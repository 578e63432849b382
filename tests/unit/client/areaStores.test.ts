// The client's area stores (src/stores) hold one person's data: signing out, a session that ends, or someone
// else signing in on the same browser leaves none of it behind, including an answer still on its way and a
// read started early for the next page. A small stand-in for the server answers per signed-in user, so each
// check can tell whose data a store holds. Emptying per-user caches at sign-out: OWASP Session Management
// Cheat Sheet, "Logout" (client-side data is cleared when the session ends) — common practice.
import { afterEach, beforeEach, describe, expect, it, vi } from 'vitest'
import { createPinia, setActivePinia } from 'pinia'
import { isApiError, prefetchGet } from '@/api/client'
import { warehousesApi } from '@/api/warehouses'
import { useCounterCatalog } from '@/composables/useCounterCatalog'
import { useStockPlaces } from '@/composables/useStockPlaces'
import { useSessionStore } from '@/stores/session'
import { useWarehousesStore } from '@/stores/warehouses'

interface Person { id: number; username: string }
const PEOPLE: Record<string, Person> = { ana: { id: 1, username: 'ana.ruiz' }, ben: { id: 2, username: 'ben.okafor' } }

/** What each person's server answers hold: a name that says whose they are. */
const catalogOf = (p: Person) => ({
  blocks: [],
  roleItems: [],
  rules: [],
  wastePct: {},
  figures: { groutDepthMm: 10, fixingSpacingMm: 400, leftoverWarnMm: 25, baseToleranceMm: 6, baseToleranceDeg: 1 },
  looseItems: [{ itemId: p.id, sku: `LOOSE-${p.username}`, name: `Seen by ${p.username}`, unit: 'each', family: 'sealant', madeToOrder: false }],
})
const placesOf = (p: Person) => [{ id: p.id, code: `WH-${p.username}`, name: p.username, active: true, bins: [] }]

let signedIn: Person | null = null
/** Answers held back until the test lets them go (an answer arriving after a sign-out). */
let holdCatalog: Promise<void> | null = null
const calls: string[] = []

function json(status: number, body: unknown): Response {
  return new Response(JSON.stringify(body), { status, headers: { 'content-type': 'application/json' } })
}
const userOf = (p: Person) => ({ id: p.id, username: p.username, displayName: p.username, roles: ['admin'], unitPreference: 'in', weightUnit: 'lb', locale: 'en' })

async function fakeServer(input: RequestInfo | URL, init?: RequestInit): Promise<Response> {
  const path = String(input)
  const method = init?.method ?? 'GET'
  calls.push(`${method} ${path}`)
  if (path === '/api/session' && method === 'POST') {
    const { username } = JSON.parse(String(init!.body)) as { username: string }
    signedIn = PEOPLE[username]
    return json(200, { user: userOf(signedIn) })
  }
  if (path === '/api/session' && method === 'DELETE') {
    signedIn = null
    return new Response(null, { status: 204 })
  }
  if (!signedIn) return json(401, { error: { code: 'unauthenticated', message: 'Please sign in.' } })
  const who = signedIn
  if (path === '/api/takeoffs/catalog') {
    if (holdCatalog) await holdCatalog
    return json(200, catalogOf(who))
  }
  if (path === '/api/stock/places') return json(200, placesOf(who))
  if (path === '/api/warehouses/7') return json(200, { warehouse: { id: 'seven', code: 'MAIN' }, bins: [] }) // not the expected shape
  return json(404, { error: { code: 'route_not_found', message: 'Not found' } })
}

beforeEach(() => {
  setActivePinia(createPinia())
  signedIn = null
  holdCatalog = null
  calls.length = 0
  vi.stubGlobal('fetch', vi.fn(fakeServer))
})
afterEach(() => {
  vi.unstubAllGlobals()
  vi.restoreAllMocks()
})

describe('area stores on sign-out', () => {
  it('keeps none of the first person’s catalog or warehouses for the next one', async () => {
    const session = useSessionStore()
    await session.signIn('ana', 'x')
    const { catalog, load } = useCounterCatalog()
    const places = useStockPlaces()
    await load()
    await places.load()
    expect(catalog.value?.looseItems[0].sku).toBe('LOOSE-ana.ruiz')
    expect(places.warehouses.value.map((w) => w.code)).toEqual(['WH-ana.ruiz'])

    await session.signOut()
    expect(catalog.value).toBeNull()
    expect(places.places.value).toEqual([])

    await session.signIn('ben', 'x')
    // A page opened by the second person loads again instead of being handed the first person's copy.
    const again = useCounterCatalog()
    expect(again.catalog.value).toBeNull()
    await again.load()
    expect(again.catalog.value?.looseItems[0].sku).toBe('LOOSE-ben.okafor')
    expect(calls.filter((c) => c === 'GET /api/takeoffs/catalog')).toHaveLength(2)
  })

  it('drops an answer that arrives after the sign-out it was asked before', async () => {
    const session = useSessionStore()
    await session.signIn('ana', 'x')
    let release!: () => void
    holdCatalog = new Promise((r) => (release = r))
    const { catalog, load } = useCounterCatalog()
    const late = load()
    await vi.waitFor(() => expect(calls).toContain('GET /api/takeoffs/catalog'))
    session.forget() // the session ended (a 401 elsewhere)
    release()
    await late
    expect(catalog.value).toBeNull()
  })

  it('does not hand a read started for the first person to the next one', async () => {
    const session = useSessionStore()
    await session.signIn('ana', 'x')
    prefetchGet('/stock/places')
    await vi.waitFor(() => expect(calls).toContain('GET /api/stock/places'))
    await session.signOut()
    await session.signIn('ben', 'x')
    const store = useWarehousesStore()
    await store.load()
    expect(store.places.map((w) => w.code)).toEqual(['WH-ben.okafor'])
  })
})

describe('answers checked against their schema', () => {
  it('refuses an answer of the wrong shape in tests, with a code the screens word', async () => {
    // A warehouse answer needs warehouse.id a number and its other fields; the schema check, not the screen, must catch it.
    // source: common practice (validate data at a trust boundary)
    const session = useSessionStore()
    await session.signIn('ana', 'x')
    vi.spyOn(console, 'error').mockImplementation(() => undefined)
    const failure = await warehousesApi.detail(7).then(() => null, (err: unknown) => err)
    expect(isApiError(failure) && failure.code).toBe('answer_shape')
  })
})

──────

### PROBLEM
Restate the records above verbatim, omitting no line.

### THE COMPLETED TASK
repository 578e63432849b382
filename tests/unit/client/areaStores.test.ts
// The client's area stores (src/stores) hold one person's data: signing out, a session that ends, or someone
// else signing in on the same browser leaves none of it behind, including an answer still on its way and a
// read started early for the next page. A small stand-in for the server answers per signed-in user, so each
// check can tell whose data a store holds. Emptying per-user caches at sign-out: OWASP Session Management
// Cheat Sheet, "Logout" (client-side data is cleared when the session ends) — common practice.
import { afterEach, beforeEach, describe, expect, it, vi } from 'vitest'
import { createPinia, setActivePinia } from 'pinia'
import { isApiError, prefetchGet } from '@/api/client'
import { warehousesApi } from '@/api/warehouses'
import { useCounterCatalog } from '@/composables/useCounterCatalog'
import { useStockPlaces } from '@/composables/useStockPlaces'
import { useSessionStore } from '@/stores/session'
import { useWarehousesStore } from '@/stores/warehouses'

interface Person { id: number; username: string }
const PEOPLE: Record<string, Person> = { ana: { id: 1, username: 'ana.ruiz' }, ben: { id: 2, username: 'ben.okafor' } }

/** What each person's server answers hold: a name that says whose they are. */
const catalogOf = (p: Person) => ({
  blocks: [],
  roleItems: [],
  rules: [],
  wastePct: {},
  figures: { groutDepthMm: 10, fixingSpacingMm: 400, leftoverWarnMm: 25, baseToleranceMm: 6, baseToleranceDeg: 1 },
  looseItems: [{ itemId: p.id, sku: `LOOSE-${p.username}`, name: `Seen by ${p.username}`, unit: 'each', family: 'sealant', madeToOrder: false }],
})
const placesOf = (p: Person) => [{ id: p.id, code: `WH-${p.username}`, name: p.username, active: true, bins: [] }]

let signedIn: Person | null = null
/** Answers held back until the test lets them go (an answer arriving after a sign-out). */
let holdCatalog: Promise<void> | null = null
const calls: string[] = []

function json(status: number, body: unknown): Response {
  return new Response(JSON.stringify(body), { status, headers: { 'content-type': 'application/json' } })
}
const userOf = (p: Person) => ({ id: p.id, username: p.username, displayName: p.username, roles: ['admin'], unitPreference: 'in', weightUnit: 'lb', locale: 'en' })

async function fakeServer(input: RequestInfo | URL, init?: RequestInit): Promise<Response> {
  const path = String(input)
  const method = init?.method ?? 'GET'
  calls.push(`${method} ${path}`)
  if (path === '/api/session' && method === 'POST') {
    const { username } = JSON.parse(String(init!.body)) as { username: string }
    signedIn = PEOPLE[username]
    return json(200, { user: userOf(signedIn) })
  }
  if (path === '/api/session' && method === 'DELETE') {
    signedIn = null
    return new Response(null, { status: 204 })
  }
  if (!signedIn) return json(401, { error: { code: 'unauthenticated', message: 'Please sign in.' } })
  const who = signedIn
  if (path === '/api/takeoffs/catalog') {
    if (holdCatalog) await holdCatalog
    return json(200, catalogOf(who))
  }
  if (path === '/api/stock/places') return json(200, placesOf(who))
  if (path === '/api/warehouses/7') return json(200, { warehouse: { id: 'seven', code: 'MAIN' }, bins: [] }) // not the expected shape
  return json(404, { error: { code: 'route_not_found', message: 'Not found' } })
}

beforeEach(() => {
  setActivePinia(createPinia())
  signedIn = null
  holdCatalog = null
  calls.length = 0
  vi.stubGlobal('fetch', vi.fn(fakeServer))
})
afterEach(() => {
  vi.unstubAllGlobals()
  vi.restoreAllMocks()
})

describe('area stores on sign-out', () => {
  it('keeps none of the first person’s catalog or warehouses for the next one', async () => {
    const session = useSessionStore()
    await session.signIn('ana', 'x')
    const { catalog, load } = useCounterCatalog()
    const places = useStockPlaces()
    await load()
    await places.load()
    expect(catalog.value?.looseItems[0].sku).toBe('LOOSE-ana.ruiz')
    expect(places.warehouses.value.map((w) => w.code)).toEqual(['WH-ana.ruiz'])

    await session.signOut()
    expect(catalog.value).toBeNull()
    expect(places.places.value).toEqual([])

    await session.signIn('ben', 'x')
    // A page opened by the second person loads again instead of being handed the first person's copy.
    const again = useCounterCatalog()
    expect(again.catalog.value).toBeNull()
    await again.load()
    expect(again.catalog.value?.looseItems[0].sku).toBe('LOOSE-ben.okafor')
    expect(calls.filter((c) => c === 'GET /api/takeoffs/catalog')).toHaveLength(2)
  })

  it('drops an answer that arrives after the sign-out it was asked before', async () => {
    const session = useSessionStore()
    await session.signIn('ana', 'x')
    let release!: () => void
    holdCatalog = new Promise((r) => (release = r))
    const { catalog, load } = useCounterCatalog()
    const late = load()
    await vi.waitFor(() => expect(calls).toContain('GET /api/takeoffs/catalog'))
    session.forget() // the session ended (a 401 elsewhere)
    release()
    await late
    expect(catalog.value).toBeNull()
  })

  it('does not hand a read started for the first person to the next one', async () => {
    const session = useSessionStore()
    await session.signIn('ana', 'x')
    prefetchGet('/stock/places')
    await vi.waitFor(() => expect(calls).toContain('GET /api/stock/places'))
    await session.signOut()
    await session.signIn('ben', 'x')
    const store = useWarehousesStore()
    await store.load()
    expect(store.places.map((w) => w.code)).toEqual(['WH-ben.okafor'])
  })
})

describe('answers checked against their schema', () => {
  it('refuses an answer of the wrong shape in tests, with a code the screens word', async () => {
    // A warehouse answer needs warehouse.id a number and its other fields; the schema check, not the screen, must catch it.
    // source: common practice (validate data at a trust boundary)
    const session = useSessionStore()
    await session.signIn('ana', 'x')
    vi.spyOn(console, 'error').mockImplementation(() => undefined)
    const failure = await warehousesApi.detail(7).then(() => null, (err: unknown) => err)
    expect(isApiError(failure) && failure.code).toBe('answer_shape')
  })
})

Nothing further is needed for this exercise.